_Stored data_

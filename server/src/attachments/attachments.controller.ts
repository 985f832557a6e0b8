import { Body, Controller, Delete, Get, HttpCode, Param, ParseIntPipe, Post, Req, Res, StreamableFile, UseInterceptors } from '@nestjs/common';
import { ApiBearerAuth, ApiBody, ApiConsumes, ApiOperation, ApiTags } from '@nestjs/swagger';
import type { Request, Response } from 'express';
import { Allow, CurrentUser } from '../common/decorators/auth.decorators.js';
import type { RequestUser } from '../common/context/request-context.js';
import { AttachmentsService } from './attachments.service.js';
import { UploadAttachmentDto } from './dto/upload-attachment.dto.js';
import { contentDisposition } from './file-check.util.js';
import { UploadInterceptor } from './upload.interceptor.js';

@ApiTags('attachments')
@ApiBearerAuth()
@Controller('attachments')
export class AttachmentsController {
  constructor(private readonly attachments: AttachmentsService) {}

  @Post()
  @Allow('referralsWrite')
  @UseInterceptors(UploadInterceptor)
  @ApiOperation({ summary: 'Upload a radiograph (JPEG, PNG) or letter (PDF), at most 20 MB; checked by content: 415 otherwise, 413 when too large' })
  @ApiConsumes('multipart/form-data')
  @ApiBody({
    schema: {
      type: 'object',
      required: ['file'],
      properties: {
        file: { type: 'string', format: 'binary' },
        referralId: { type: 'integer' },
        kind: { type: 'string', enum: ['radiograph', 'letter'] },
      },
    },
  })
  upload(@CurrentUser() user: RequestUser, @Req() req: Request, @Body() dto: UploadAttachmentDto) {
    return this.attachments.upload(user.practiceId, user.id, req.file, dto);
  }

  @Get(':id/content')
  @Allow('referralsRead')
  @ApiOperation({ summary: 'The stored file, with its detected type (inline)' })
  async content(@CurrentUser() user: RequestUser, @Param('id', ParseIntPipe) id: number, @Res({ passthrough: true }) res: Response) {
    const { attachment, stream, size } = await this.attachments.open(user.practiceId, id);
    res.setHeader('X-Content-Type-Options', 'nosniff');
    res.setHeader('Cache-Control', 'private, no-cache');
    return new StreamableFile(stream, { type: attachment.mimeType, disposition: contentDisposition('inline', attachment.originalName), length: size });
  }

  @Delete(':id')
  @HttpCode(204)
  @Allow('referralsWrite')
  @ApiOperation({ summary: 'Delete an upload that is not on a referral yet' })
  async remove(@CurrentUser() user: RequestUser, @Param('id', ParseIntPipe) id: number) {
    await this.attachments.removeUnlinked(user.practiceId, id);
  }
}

_Problem to solve_
List every line above that contains the word "size".

_Written answer_
    const { attachment, stream, size } = await this.attachments.open(user.practiceId, id);
    return new StreamableFile(stream, { type: attachment.mimeType, disposition: contentDisposition('inline', attachment.originalName), length: size });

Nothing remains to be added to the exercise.